Almost a decade ago, the container ship MV Rena ran hard aground on Astrolabe Reef off Tauranga on New Zealand’s Bay of Plenty. The ship, carrying 2,100 containers and 1,700 tonnes of heavy fuel, would break up resulting in New Zealand’s worst marine ecological disaster. It resulted in a $700 million salvage operation to remove the wreckage, along with scattered debris on the reef.
Tauranga diver and ecologist Phil Ross has been monitoring the wreckage of the Rena since 2012, making dives at least yearly to monitor how the reef is recovering from the damage done by the grounding,
Sunlive,co.nz reports that his latest dive in December 2020 shows the stark contrast to his first dive in 2012 where the reef looked like a “scrapheap” littered with tyres, broken containers and twisted steel.

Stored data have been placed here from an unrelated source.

/**
 * Process performance indices for one measured characteristic, as defined in the NIST/SEMATECH e-Handbook of
 * Statistical Methods, section 6.1.6 "What is Process Capability?": Cp = (USL − LSL) / 6σ and
 * Cpk = min(USL − μ, μ − LSL) / 3σ. With σ estimated by the OVERALL sample standard deviation s (n − 1 divisor) of
 * every reading, the same formulas give the performance indices Pp and Ppk — they describe the readings taken, not
 * a process shown to be in statistical control, and are labelled so wherever they are shown.
 *
 * Pure: no framework imports. Readings arrive as numbers (converted from the ledger's decimal text by the caller).
 */

/** Below this many readings the indices are not shown (the brief's rule; s is too uncertain with fewer). */
export const MIN_READINGS_FOR_INDICES = 25;

export interface Summary {
	n: number;
	mean: number;
	/** Overall sample standard deviation (n − 1 divisor); null with fewer than 2 readings. */
	s: number | null;
	min: number;
	max: number;
}

export interface Performance extends Summary {
	/** (USL − LSL) / 6s; null when a limit is missing, s is 0/null, or n < {@link MIN_READINGS_FOR_INDICES}. */
	pp: number | null;
	/** min(USL − mean, mean − LSL) / 3s, or the one-sided value when only one limit exists; null as for pp. */
	ppk: number | null;
	/** Upper and lower one-sided indices (Ppu, Ppl) when their limit exists. */
	ppu: number | null;
	ppl: number | null;
	/** Why the indices are not given, in words, or null when they are. */
	withheld: string | null;
}

/** Mean and overall sample standard deviation (two-pass, numerically steadier than the one-pass sum of squares). */
export function summarise(values: readonly number[]): Summary | null {
	const n = values.length;
	if (n === 0) return null;
	if (values.some((v) => !Number.isFinite(v))) throw new RangeError('Every reading must be a finite number.');
	const mean = values.reduce((a, v) => a + v, 0) / n;
	const ss = values.reduce((a, v) => a + (v - mean) ** 2, 0);
	return {
		n,
		mean,
		s: n > 1 ? Math.sqrt(ss / (n - 1)) : null,
		min: Math.min(...values),
		max: Math.max(...values)
	};
}

/**
 * The indices from a known mean and standard deviation (the handbook's formulas with σ = s). Either limit may be
 * null (a one-sided wear limit): then Pp is null and Ppk is the one-sided index that exists.
 */
export function indices(
	mean: number,
	s: number,
	lsl: number | null,
	usl: number | null
): { pp: number | null; ppk: number | null; ppu: number | null; ppl: number | null } {
	if (!(s > 0)) return { pp: null, ppk: null, ppu: null, ppl: null };
	const ppu = usl === null ? null : (usl - mean) / (3 * s);
	const ppl = lsl === null ? null : (mean - lsl) / (3 * s);
	const pp = usl !== null && lsl !== null ? (usl - lsl) / (6 * s) : null;
	const sides = [ppu, ppl].filter((x): x is number => x !== null);
	return { pp, ppk: sides.length ? Math.min(...sides) : null, ppu, ppl };
}

/** Summary of `values` with Pp/Ppk against the limits, withheld below {@link MIN_READINGS_FOR_INDICES} readings. */
export function performance(values: readonly number[], lsl: number | null, usl: number | null): Performance | null {
	const sum = summarise(values);
	if (!sum) return null;
	const none = { pp: null, ppk: null, ppu: null, ppl: null };
	if (sum.n < MIN_READINGS_FOR_INDICES)
		return {
			...sum,
			...none,
			withheld: `Pp and Ppk are shown from ${MIN_READINGS_FOR_INDICES} readings; there are ${sum.n}.`
		};
	if (lsl === null && usl === null) return { ...sum, ...none, withheld: 'The checkpoint has no limits.' };
	if (!sum.s) return { ...sum, ...none, withheld: 'Every reading is the same: the spread is zero.' };
	return { ...sum, ...indices(sum.mean, sum.s, lsl, usl), withheld: null };
}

“It looked like someone had taken a ship, tipped it upside down, shaken everything out of it and then jumped up and down on it,” Phil says.
“Looking at it then I couldn’t imagine how it would recover but through the process of salvaging that debris field got taken away and allowed the reef to recover.”
Here is a short video survey of how the reef is reclaiming what is left of the wreckage of the MV Rena.
I can remember at the time watching them trying to salvage the containers before the ship broke up. Was it really 10 years ago.
However, it doesn’t take too long for nature to renew itself under water as was shown by the site of the wreck of the Amoco Cadiz which suffered much worse pollution than the Astrolabe Reef.
Give it time. The earth will heal itself.